Problem to work on: Transcribe the stretch of entries below from the line with "of one component." through the line with "observed, coverage, counts[int(emission)])", exactly and with both ends included; leave out all other lines.

====

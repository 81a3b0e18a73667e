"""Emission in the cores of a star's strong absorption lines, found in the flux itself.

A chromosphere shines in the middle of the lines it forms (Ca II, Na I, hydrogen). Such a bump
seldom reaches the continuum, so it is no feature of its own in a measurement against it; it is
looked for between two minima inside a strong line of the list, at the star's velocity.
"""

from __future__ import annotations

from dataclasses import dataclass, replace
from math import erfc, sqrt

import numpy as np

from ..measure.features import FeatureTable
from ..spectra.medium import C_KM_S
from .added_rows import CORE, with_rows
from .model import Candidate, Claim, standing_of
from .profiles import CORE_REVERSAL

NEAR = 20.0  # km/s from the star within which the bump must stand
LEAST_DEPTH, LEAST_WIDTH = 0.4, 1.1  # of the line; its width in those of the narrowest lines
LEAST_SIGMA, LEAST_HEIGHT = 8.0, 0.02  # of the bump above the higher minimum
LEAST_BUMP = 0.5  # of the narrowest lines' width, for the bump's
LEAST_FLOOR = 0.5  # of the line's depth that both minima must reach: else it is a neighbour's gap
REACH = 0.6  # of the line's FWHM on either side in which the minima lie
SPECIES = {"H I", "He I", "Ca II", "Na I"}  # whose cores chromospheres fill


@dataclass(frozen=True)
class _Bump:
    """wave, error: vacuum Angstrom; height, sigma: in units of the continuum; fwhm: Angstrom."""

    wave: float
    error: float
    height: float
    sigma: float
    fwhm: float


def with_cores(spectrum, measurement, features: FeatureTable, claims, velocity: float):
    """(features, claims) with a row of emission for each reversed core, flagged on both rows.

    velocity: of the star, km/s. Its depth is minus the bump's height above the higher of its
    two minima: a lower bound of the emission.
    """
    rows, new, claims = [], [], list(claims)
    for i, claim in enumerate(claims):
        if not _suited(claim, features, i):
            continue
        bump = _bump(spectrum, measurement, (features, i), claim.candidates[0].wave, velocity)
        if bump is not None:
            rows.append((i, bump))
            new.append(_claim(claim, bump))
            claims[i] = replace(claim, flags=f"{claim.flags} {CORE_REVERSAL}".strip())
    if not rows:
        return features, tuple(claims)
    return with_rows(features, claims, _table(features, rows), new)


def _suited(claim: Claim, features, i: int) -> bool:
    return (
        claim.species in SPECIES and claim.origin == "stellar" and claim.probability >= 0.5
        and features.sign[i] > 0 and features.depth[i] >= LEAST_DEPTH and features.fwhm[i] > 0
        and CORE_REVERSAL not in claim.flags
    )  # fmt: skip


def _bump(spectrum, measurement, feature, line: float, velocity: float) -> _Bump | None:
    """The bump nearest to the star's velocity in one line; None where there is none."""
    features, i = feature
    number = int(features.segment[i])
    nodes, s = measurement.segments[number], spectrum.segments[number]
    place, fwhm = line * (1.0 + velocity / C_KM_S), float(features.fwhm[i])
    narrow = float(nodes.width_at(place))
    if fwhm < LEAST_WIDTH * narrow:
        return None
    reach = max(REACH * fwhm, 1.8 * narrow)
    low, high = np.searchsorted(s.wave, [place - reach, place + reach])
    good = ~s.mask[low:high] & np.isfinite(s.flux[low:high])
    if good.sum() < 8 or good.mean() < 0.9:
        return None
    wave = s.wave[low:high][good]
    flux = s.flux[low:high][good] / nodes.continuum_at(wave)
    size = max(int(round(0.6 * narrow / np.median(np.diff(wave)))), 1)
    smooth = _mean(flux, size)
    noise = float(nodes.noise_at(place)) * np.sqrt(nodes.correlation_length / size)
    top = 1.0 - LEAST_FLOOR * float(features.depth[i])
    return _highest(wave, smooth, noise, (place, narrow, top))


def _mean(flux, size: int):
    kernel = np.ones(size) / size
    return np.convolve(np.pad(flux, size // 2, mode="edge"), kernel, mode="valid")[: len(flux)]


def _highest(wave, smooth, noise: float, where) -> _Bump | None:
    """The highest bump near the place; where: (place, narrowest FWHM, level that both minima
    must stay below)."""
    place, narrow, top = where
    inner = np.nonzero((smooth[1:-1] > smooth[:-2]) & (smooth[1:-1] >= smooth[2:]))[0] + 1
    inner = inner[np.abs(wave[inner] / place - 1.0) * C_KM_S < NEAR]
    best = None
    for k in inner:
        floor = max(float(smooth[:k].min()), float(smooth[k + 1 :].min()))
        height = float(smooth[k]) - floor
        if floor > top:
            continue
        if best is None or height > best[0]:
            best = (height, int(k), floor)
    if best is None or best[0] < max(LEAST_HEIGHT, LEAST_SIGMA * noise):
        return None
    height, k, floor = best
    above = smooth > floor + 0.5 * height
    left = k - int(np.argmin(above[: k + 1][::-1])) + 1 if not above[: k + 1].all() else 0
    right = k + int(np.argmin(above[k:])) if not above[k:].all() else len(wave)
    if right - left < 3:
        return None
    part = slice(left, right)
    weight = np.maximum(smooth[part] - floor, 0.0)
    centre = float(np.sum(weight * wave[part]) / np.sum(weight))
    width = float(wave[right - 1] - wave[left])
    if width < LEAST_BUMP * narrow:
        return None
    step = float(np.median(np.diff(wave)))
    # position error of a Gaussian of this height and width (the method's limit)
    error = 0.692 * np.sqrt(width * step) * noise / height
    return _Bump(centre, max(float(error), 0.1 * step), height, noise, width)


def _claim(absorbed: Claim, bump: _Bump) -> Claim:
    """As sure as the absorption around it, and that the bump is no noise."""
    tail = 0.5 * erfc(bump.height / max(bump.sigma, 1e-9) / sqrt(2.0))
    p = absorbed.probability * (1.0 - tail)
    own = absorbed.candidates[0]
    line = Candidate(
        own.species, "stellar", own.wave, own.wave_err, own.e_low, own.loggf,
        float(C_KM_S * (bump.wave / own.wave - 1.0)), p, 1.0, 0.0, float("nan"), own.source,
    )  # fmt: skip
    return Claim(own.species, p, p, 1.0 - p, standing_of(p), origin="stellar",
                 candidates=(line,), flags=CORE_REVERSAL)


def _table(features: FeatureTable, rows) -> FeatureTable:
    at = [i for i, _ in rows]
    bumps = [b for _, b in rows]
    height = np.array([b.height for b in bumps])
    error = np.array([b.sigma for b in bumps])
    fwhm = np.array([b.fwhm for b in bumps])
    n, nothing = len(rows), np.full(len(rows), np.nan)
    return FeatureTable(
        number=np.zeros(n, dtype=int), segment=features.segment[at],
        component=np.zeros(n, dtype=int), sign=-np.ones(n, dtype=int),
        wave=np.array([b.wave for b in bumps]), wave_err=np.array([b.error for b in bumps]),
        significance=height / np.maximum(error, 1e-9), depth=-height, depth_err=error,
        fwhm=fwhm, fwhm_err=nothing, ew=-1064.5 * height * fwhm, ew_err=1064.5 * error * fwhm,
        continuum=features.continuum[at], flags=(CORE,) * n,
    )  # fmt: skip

====

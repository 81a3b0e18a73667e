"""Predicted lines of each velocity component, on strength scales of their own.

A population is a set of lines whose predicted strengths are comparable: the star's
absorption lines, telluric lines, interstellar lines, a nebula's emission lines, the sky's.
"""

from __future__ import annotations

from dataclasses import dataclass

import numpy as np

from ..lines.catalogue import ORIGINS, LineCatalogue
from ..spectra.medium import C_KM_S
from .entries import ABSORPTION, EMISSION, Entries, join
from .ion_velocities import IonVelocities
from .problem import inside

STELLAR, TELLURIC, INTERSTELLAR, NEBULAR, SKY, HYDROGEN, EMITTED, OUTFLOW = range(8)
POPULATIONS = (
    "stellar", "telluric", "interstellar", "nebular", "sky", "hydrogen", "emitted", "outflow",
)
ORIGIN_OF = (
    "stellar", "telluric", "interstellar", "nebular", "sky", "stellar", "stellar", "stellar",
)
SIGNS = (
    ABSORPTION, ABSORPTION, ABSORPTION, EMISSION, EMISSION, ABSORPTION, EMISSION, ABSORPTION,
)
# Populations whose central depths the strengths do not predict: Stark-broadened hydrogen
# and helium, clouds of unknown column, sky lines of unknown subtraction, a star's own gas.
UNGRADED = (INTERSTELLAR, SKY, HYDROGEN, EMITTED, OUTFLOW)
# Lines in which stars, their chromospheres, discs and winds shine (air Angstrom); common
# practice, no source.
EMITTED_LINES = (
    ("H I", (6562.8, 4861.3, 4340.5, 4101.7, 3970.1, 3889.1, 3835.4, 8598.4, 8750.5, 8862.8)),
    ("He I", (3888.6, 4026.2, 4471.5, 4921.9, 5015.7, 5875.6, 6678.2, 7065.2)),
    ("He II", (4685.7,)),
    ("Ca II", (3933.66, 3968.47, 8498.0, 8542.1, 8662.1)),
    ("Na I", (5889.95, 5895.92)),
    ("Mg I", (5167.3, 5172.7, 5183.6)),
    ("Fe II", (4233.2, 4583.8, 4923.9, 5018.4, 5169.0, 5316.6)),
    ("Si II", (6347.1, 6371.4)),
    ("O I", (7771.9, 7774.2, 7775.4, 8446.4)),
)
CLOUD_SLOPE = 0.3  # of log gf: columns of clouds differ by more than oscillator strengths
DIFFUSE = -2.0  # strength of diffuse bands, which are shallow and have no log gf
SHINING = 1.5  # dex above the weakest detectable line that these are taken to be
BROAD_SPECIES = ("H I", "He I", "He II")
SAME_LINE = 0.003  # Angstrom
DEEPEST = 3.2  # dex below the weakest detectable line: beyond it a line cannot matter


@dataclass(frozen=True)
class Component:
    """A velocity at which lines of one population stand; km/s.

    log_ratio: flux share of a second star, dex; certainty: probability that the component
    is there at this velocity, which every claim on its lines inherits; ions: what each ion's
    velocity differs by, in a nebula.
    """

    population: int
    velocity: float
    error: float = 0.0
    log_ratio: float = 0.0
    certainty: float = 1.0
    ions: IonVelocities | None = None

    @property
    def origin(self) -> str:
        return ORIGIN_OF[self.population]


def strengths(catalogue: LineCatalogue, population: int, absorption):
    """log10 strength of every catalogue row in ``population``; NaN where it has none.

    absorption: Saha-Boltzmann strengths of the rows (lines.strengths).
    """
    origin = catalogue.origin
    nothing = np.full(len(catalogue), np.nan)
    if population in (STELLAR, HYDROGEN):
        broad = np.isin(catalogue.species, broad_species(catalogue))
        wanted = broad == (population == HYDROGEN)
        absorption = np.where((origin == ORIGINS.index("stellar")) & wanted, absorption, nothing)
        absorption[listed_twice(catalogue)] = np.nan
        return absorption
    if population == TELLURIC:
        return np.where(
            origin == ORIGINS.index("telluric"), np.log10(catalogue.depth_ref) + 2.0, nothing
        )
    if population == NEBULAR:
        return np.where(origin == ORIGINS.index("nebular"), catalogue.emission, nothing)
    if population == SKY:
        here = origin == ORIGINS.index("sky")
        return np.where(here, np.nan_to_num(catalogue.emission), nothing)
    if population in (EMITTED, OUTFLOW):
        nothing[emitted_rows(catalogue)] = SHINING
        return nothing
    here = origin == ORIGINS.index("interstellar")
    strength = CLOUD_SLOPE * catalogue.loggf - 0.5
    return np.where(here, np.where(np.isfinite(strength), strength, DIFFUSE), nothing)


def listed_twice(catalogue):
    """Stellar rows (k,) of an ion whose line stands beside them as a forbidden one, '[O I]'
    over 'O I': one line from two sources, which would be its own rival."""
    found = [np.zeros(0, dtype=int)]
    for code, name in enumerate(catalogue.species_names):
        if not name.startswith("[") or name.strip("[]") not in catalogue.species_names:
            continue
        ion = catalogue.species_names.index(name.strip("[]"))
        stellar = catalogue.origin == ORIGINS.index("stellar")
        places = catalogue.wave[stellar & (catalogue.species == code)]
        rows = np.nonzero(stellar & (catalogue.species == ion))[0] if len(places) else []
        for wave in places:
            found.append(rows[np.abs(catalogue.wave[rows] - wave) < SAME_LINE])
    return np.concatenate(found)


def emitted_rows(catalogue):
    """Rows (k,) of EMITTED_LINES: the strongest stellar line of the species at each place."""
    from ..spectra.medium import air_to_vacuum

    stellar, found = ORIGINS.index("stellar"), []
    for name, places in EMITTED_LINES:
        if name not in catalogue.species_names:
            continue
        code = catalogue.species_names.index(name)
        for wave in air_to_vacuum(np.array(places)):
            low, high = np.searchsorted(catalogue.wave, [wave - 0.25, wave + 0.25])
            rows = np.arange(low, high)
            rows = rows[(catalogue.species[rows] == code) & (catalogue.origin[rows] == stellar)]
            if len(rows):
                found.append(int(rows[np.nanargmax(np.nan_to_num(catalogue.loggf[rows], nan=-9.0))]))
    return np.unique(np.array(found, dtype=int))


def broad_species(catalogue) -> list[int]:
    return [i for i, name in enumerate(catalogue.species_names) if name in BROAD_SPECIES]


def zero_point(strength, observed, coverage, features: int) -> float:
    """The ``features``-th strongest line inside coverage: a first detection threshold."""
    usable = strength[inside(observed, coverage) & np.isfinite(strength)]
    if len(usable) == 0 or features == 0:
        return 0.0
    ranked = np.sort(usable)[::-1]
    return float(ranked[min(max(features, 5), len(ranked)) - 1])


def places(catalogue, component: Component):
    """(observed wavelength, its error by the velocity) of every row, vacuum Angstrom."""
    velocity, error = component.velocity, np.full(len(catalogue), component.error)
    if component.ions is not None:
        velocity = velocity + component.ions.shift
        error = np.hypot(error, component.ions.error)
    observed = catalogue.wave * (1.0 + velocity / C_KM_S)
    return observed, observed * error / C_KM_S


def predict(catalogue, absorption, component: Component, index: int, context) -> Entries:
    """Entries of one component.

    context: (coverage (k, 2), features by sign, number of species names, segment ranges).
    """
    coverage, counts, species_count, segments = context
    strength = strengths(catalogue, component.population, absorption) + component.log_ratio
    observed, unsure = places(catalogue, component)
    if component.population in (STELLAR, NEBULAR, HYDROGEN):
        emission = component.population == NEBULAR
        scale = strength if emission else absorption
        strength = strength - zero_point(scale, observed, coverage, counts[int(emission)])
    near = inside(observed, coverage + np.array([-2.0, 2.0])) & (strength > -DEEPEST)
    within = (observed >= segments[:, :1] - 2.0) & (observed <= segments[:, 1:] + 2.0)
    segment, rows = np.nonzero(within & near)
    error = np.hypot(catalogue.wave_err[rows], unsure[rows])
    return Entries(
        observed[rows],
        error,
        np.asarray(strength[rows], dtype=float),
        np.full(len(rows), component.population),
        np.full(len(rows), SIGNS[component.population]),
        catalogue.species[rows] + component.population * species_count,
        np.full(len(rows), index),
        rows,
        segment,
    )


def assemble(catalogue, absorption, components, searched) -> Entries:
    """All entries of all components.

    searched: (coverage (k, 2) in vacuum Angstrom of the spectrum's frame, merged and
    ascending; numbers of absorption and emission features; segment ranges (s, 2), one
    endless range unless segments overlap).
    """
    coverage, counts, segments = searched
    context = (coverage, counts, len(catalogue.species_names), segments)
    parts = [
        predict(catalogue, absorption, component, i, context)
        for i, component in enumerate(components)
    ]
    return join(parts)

====

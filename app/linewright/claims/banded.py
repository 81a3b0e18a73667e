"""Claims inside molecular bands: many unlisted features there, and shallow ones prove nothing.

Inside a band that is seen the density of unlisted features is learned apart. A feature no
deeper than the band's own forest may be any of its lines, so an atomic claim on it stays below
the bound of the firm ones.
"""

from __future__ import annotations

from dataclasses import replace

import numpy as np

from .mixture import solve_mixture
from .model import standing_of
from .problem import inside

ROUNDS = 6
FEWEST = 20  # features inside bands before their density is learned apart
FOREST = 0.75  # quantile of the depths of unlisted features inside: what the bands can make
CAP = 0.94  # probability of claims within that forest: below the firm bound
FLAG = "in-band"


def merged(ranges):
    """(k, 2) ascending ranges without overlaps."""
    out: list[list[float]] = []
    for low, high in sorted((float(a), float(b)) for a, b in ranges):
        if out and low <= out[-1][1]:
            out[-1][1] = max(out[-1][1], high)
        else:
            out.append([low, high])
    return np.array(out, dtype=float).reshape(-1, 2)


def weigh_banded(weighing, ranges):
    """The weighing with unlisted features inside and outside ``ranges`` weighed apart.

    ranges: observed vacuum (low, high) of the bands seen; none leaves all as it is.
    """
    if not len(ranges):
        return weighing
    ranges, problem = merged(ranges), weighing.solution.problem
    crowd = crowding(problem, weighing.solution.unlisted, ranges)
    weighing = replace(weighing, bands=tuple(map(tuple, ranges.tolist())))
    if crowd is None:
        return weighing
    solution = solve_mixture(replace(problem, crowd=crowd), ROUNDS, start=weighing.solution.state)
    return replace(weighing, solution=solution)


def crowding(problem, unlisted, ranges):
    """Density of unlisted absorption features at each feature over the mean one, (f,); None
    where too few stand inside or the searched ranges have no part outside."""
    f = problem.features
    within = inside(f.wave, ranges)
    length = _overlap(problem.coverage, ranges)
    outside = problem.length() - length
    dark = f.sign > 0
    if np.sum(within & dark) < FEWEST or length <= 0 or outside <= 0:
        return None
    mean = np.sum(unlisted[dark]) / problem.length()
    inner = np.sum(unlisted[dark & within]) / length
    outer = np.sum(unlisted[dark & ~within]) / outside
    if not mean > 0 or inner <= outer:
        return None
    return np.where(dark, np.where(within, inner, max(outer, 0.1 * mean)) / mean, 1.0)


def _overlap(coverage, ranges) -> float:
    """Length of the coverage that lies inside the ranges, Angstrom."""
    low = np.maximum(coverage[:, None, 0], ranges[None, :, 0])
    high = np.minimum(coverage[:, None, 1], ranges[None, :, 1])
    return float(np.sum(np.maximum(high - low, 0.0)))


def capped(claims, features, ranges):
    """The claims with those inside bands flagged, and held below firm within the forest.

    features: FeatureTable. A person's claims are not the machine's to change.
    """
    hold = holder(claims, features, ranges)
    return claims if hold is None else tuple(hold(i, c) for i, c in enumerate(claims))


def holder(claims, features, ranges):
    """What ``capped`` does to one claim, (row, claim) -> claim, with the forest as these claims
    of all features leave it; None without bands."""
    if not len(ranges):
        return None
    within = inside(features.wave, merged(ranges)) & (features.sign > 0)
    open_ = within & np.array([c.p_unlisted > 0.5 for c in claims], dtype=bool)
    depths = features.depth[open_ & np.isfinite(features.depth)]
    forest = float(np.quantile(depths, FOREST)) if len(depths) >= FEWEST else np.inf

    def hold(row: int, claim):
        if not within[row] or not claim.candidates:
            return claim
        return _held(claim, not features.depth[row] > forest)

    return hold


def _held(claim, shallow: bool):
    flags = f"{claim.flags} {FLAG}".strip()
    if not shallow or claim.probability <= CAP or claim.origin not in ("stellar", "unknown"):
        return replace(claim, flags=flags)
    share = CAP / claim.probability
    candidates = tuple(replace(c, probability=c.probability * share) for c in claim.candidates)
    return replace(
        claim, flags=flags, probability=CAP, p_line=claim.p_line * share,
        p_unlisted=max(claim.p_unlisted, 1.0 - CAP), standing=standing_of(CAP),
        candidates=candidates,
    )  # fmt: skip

====

Answer box:
    """Entries of one component.

    context: (coverage (k, 2), features by sign, number of species names, segment ranges).
    """
    coverage, counts, species_count, segments = context
    strength = strengths(catalogue, component.population, absorption) + component.log_ratio
    observed, unsure = places(catalogue, component)
    if component.population in (STELLAR, NEBULAR, HYDROGEN):
        emission = component.population == NEBULAR
        scale = strength if emission else absorption
        strength = strength - zero_point(scale, observed, coverage, counts[int(emission)])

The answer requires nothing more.